I’ve been a cop for over four years now, two of those undercover. I’m used to back alleyways and seedy motel rooms as meet spots for my cases. Pockmarked targets named Jorge and Bruce, who bathe in cheap drugstore cologne and think complimenting a woman’s breasts should prompt her to take her shirt off. I’m used to walking through the front door of my small apartment after a day of work and climbing into a long, hot shower, happy that I’m only pretending, that my life’s road hasn’t led me to such a sad, sordid reality.

Now I’m standing in front of an adorable meat shop in downtown Portland with a gorgeous target to my left, admitting to myself that I’ve felt nervous flutters like this only once before . . . when I was seventeen and going on a first date with the high school quarterback.

Shaking the stupid out of me, I ask, “What do we do with Stanley? He doesn’t take well to being tied to a post.” I’m just guessing, seeing as I’ve known the dog for all of three days. But the last thing I need is him going Jekyll and Hyde again and attacking an unsuspecting passerby.

In answer, Luke scoops up the chubby dog, tucking him under his arm, as if he weighs nothing at all. “No worries. I know the owner, Dmitri. He won’t care.”

Dmitri. Sounds Russian.

I remember a case that the Washington MCU was overseeing a couple of years back, involving Ukrainian mobsters. They ran a butcher shop in Columbia Heights. It’s probably just a coincidence. “Kozlov’s Butcher Shop,” I read the sign out loud, assuming Bill or one of the other guys on my detail right now will make note. I haven’t seen them tailing us. Not that I would. They’d never risk being made by getting close enough to be spotted, not like in the movies, where they make surveillance teams look like complete tools. “I haven’t been in here yet.”
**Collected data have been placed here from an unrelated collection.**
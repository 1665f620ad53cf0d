#include "inference/assess_job.hpp"

#include "batches/chip_collection.hpp"
#include "inference/classifier_predictions.hpp"
#include "inference/split_table.hpp"
#include "runs/classifier_artifact.hpp"
#include "util/error.hpp"
#include "util/log.hpp"

namespace fs = std::filesystem;

namespace tinct {
namespace {

// The store's chips split into those the run never saw in training or validation (its
// test chips, or chips from elsewhere) and those it did (or left unused beside them).
struct ChipsByUse {
  std::vector<ChipRef> unseen, learnt;
};

ChipsByUse sort_by_use(const fs::path& run, const ChipCollection& chips) {
  ChipsByUse use;
  const fs::path split_file = run / "split.csv";
  if (!fs::exists(split_file)) {
    log::warning("assess: " + run.string() + " holds no split.csv (the run predates it), so its training chips "
                 "cannot be told apart: if the store holds them, the scores are optimistic");
    use.unseen = chips.all();
    return use;
  }
  const auto roles = roles_by_identity(read_split_table(split_file));
  for (const ChipRef& ref : chips.all()) {
    const ChipRecord r = chips.store(ref.store).record(ref.chip);
    const auto found = roles.find(chip_identity(r.scene, r.source_id, r.x, r.y));
    (found == roles.end() || found->second == "test" ? use.unseen : use.learnt).push_back(ref);
  }
  return use;
}

std::vector<ChipRef> chips_to_score(const fs::path& run, const fs::path& store, const ChipCollection& chips,
                                    bool all) {
  const ChipsByUse use = sort_by_use(run, chips);
  const std::string learnt = std::to_string(use.learnt.size());
  if (all) {
    if (!use.learnt.empty()) {
      log::warning("assess --all: " + learnt + " of the " + std::to_string(chips.size()) + " chips scored are the " +
                   "run's own training, validation or unused chips (see its split.csv): the model learnt from them " +
                   "or their neighbours, so these scores are OPTIMISTIC and do not measure how it does on new ground");
    }
    return chips.all();
  }
  if (use.unseen.empty()) {
    fail_usage(store.string() + ": all " + learnt + " chips are ones the run trained or validated on (or left " +
               "unused beside them); assess on other labels, or add --all to score them knowing the scores are " +
               "optimistic");
  }
  if (!use.learnt.empty()) {
    log::info("assess: scoring the " + std::to_string(use.unseen.size()) + " chips the run never learnt from; " +
              learnt + " training, validation or unused chips of the run left out (--all scores them too)");
  }
  return use.unseen;
}

}  // namespace

double run_assess(const fs::path& run, const fs::path& store, const fs::path& out, bool all) {
  ClassifierArtifact artifact;
  ClassifierModel model = load_classifier(run / "model.pt", artifact);
  ChipCollection chips({store});
  if (chips.classes() != artifact.classes) {
    fail_usage(store.string() + ": its classes differ from the model's; assess on a store made with the same "
               "labels.classes");
  }
  chips.use_normalisation(artifact.normalisation);
  const std::vector<ChipRef> scored = chips_to_score(run, store, chips, all);
  const fs::path folder = out.empty() ? run / ("assess-" + store.filename().string()) : out;
  const double f1 = write_assessment(folder, predict_chips(model, chips, scored, 32), chips, artifact.classes).macro_f1;
  log::info("assess: macro F1 " + std::to_string(f1) + " on " + std::to_string(scored.size()) + " chips; files in " +
            folder.string());
  return f1;
}

}  // namespace tinct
“I’ve been coming here since I could barely walk. My grandpa used to work here. He and Dmitri were best friends. ”

Right. Luke’s grandfather. Oskar Markov. Warner gave me the rundown. Luke, his sister, and their mom moved in with Oskar and his wife, Vera, after Luke’s father took off. They all lived together until Oskar’s death from lung cancer ten years ago, two years after his wife’s. Both heavy smokers. Somehow Luke didn’t get the message, because he still lights up. I wonder if that has more to do with addiction or the simple fact that Rust still smokes too.

I trail Luke in, inhaling the garlic-permeated aroma. It’s obviously an old store and family-run, based on the dated black-and-white checkered linoleum floor and the rows of black-and-white pictures of men in white butcher’s aprons covering one side. The owner isn’t too concerned about design, and yet there is something decidedly charming about it. Something you’d expect in an ethnic suburb and not in the trendy downtown core.

Jars of pickled herring and borscht line the front of the meat counter, and a wiry gray-haired man with thick-rimmed glasses stands behind it. “Luka!” he exclaims in his thick Russian accent. “I wouldn’t recognize you, if not for your deda’s eyes.”

This must be Dmitri.

Luke dips his head, his usual confident smirk replaced with a sheepish grin. “I’m sorry, I’ve been busy.”

“How is your mother? And Ana?”

“They’re good. They send their love.”

“And you’re taking good care of them?”

“Of course, Dmitri.”

“Good boy.” Gray eyes flicker to me, prompting Luke to introduce us.

“Dmitri, this is Rain.”

Dmitri nods, first at me, and then at Stanley, whose flat nose is twitching from all the various scents. “Yours?” he asks Luke.

“No.”

Another glance at me. “I didn’t think so.” Dmitri wipes his hands on a rag and then grabs a slice of salami and tosses it right into Stanley’s waiting mouth. “What can I get for you today?”

Luke taps on the glass in front of the tray of ground meat. “Half a pound each of the beef, veal, and pork. That’s what you said, right?” He looks to me for an answer.

“Yeah. I mean, it depends how hungry you are.”